From: Puranjay Mohan <puranjay12@gmail.com>
To: "Björn Töpel" <bjorn@kernel.org>,
"Alexei Starovoitov" <ast@kernel.org>,
"Daniel Borkmann" <daniel@iogearbox.net>,
"Andrii Nakryiko" <andrii@kernel.org>,
"Martin KaFai Lau" <martin.lau@linux.dev>,
"Eduard Zingerman" <eddyz87@gmail.com>,
"Song Liu" <song@kernel.org>,
"Yonghong Song" <yonghong.song@linux.dev>,
"John Fastabend" <john.fastabend@gmail.com>,
"KP Singh" <kpsingh@kernel.org>,
"Stanislav Fomichev" <sdf@google.com>,
"Hao Luo" <haoluo@google.com>, "Jiri Olsa" <jolsa@kernel.org>,
"Paul Walmsley" <paul.walmsley@sifive.com>,
"Palmer Dabbelt" <palmer@dabbelt.com>,
"Albert Ou" <aou@eecs.berkeley.edu>,
bpf@vger.kernel.org, linux-riscv@lists.infradead.org,
linux-kernel@vger.kernel.org, "Pu Lehui" <pulehui@huawei.com>
Subject: Re: [PATCH bpf-next] riscv, bpf: add internal-only MOV instruction to resolve per-CPU addrs
Date: Fri, 05 Apr 2024 14:33:34 +0000 [thread overview]
Message-ID: <mb61pjzlb98w1.fsf@gmail.com> (raw)
In-Reply-To: <87wmpbnbce.fsf@all.your.base.are.belong.to.us>
Björn Töpel <bjorn@kernel.org> writes:
> Puranjay Mohan <puranjay12@gmail.com> writes:
>
>> Support an instruction for resolving absolute addresses of per-CPU
>> data from their per-CPU offsets. This instruction is internal-only and
>> users are not allowed to use them directly. They will only be used for
>> internal inlining optimizations for now between BPF verifier and BPF
>> JITs.
>>
>> RISC-V uses generic per-cpu implementation where the offsets for CPUs
>> are kept in an array called __per_cpu_offset[cpu_number]. RISCV stores
>> the address of the task_struct in TP register. The first element in
>> tast_struct is struct thread_info, and we can get the cpu number by
> ^
> k ;-)
I need to start using some kind of spell-check in vim :D.

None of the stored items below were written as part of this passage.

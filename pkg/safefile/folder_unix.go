//go:build unix

package safefile

import (
	"errors"
	"os"
	"syscall"
)

// syncFolder flushes the folder's entries, so that the rename itself survives
// a loss of power. A file system that knows no such flush says EINVAL or
// ENOTSUP; the file's own content is on the disk by then.
func syncFolder(folder string) error {
	f, err := os.Open(folder)
	if err != nil {
		if errors.Is(err, os.ErrPermission) {
			return nil // a folder one may write to but not list can't be flushed
		}
		return err
	}
	err = f.Sync()
	if errors.Is(err, syscall.EINVAL) || errors.Is(err, syscall.ENOTSUP) {
		err = nil
	}
	return errors.Join(err, f.Close())
}

// lockFolder keeps other programs that call it out until unlock; the system
// unlocks when the program ends. File systems without such locks are let pass.
func lockFolder(folder string) (unlock func(), err error) {
	f, err := os.Open(folder)
	if err != nil {
		if errors.Is(err, os.ErrPermission) {
			return func() {}, nil // it can't be listed, so it can't be locked
		}
		return nil, err
	}
	for {
		err = syscall.Flock(int(f.Fd()), syscall.LOCK_EX)
		if !errors.Is(err, syscall.EINTR) {
			break
		}
	}
	if err != nil && !errors.Is(err, syscall.ENOTSUP) && !errors.Is(err, syscall.ENOLCK) && !errors.Is(err, syscall.EINVAL) {
		return nil, errors.Join(err, f.Close())
	}
	return func() { f.Close() }, nil
}

// chmodUnsupported reports whether the file system keeps no permissions (FAT
// and some network mounts), where there is nothing to set.
func chmodUnsupported(err error) bool {
	return errors.Is(err, syscall.ENOTSUP) || errors.Is(err, syscall.EPERM)
}
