// TestForceBlocks compares the fast predictions with the jets, values and
// derivatives, for benches with every correction on.
func TestForceBlocks(t *testing.T) {
	q := func(response string) map[string][]float64 {
		return map[string][]float64{"distance": {0.055, 0.09}, "charge_1": {11e-9, 9e-9}, "charge_2": {-8e-9, 7e-9}, response: nil}
	}
	torsion := func(j *job) *job {
		return j.with("torsion_constant", 2e-3).with("arm", 0.12).with("line_angle", 0.03).with("rest_angle", 0.002).with("distance_offset", 3e-4)
	}
	leaking := func(j *job) *job { return j.on("leakage", "air").with("corrections.leakage.time_constant", 900) }
	free := func(j *job) *job {
		return j.on("induction").with("corrections.induction.radius_1", 0.01).with("corrections.induction.radius_2", 0.008).with("corrections.induction.model", 0.04).
			with("exponent", 2.03).with("reference_distance", 0.08)
	}
	mass := func(j *job) *job { return j.on("balance").with("environment.gravity", 9.81) }
	jobs := map[string]*job{
		"points, mass":       mass(free(leaking(bench(t, "coulomb-point", q("mass")).with("permittivity", si.Eps0)))),
		"points, nulled":     torsion(free(leaking(bench(t, "coulomb-point", q("angle")).with("permittivity", si.Eps0)))),
		"points, deflecting": torsion(free(leaking(bench(t, "coulomb-point", q("angle")).with("permittivity", si.Eps0)))).option("torsion", "deflecting"),
		"pair, deflecting":   torsion(leaking(pair(t, "isolated", q("angle")))).option("torsion", "deflecting"),
		"pair, nulled":       torsion(leaking(pair(t, "isolated", q("angle")))),
		"pair, no induction": leaking(bench(t, "sphere-pair", q("force")).option("connection", "isolated").with("permittivity", si.Eps0).with("radius_1", 0.02).with("radius_2", 0.01)),
		"connected":          pair(t, "connected", map[string][]float64{"distance": {0.055, 0.09}, "voltage_1": {3e3, -2e3}, "voltage_2": {2e3, 4e3}, "force": nil}).with("radius_2", 0.03),
		"joined, deflecting": torsion(pair(t, "connected", map[string][]float64{"distance": {0.055, 0.09}, "voltage_1": {3e3, -2e3}, "angle": nil}).with("radius_2", 0.03)).option("torsion", "deflecting"),
		"charge, shared": torsion(leaking(bench(t, "sphere-charge", map[string][]float64{"distance": {0.055, 0.09}, "angle": nil}).on("induction").
			with("radius_1", 0.02).with("radius_2", 0.015).with("charge_1", 8e-9).with("charge_ratio", 0.9))),
		"charge, other known": torsion(leaking(bench(t, "sphere-charge", map[string][]float64{"distance": {0.055, 0.09}, "charge_2": {-5e-9, 6e-9}, "angle": nil}).on("induction").
			with("radius_1", 0.02).with("radius_2", 0.015).with("charge_1", 8e-9))).option("torsion", "deflecting"),
		"plane": mass(bench(t, "sphere-plane", map[string][]float64{"gap": {0.005, 0.03}, "voltage": {3e3, -4e3}, "mass": nil}).option("connection", "connected").
			with("permittivity", si.Eps0).with("radius", 0.02).with("gap_offset", 1e-5).with("contact_potential", 0.4)),
		"plane, isolated": leaking(bench(t, "sphere-plane", map[string][]float64{"gap": {0.005, 0.03}, "charge": {8e-9, -9e-9}, "force": nil}).option("connection", "isolated").
			with("permittivity", si.Eps0).with("radius", 0.02).with("gap_offset", 1e-5)),
		"field of a sphere": bench(t, "sphere-field", map[string][]float64{"distance": {0.3, 0.5}, "voltage": {3e3, -9e3}, "indication": nil}).on("floor", "head").
			with("response", 1.02).with("radius", 0.1).with("corrections.floor.height", 1.5).with("corrections.floor.model", 0.1).with("corrections.head.radius", 0.05).
			with("corrections.head.model", -0.1).with("zero_offset", 20).with("distance_offset", 1e-3).with("contact_potential", 0.5),
		"unguarded disc": mass(bench(t, "attracted-disc", map[string][]float64{"gap": {0.004, 0.02}, "voltage": {3e3, -9e3}, "mass": nil}).option("electrodes", "unguarded").
			option("drive.kind", "one-side-earthed").on("edge", "wedge").with("permittivity", si.Eps0).with("disc_radius", 0.06).with("corrections.edge.model", -0.02).
			with("corrections.wedge.half_difference", 1e-10).with("gap_offset", 1e-5).with("contact_potential", 0.4)),
	}
	for name, j := range jobs {
		m := j.model()
		x := j.x(m)
		if m.TimeDependent {
			x = append(x, []float64{30, 200})
		}
		tried := 0
		for n := range j.q {
			f, jac := make([]float64, 2), [][]float64{make([]float64, 2)}
			if !m.Block(j.q, x, 0, 2, []int{n}, f, jac) {
				continue
			}
			tried++
			for i := range f {
				want := seeded(j, m, x, n, i)
				near(t, name, f[i], want.V, 1e-12)
				if math.Abs(jac[0][i]-want.Grad(0)) > 1e-11*math.Abs(want.Grad(0)) {
					t.Errorf("%s: derivative by %s: block %g, jets %g", name, j.k.Scalars[n].Key(), jac[0][i], want.Grad(0))
				}
			}
		}
		if tried < 2 {
			t.Errorf("%s: the block gives %d derivatives", name, tried)
		}
	}
}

>> reading from the TP register + offsetof(struct thread_info, cpu).
>>
>> Once we have the cpu number in a register we read the offset for that
>> cpu from address: &__per_cpu_offset + cpu_number << 3. Then we add this
>> offset to the destination register.
>
> Just to clarify for readers; BPF programs are run with migrate disable,
> which means that on RT we can be preempted, which means that per-cpu
> operations are trickier (disabling interrupts/preemption).
>
> However, this BPF instruction is about calculating the per-cpu address,
> so the look up can be inlined.
>
> It's not a per-cpu *operation*.
Will add this information to the commit message.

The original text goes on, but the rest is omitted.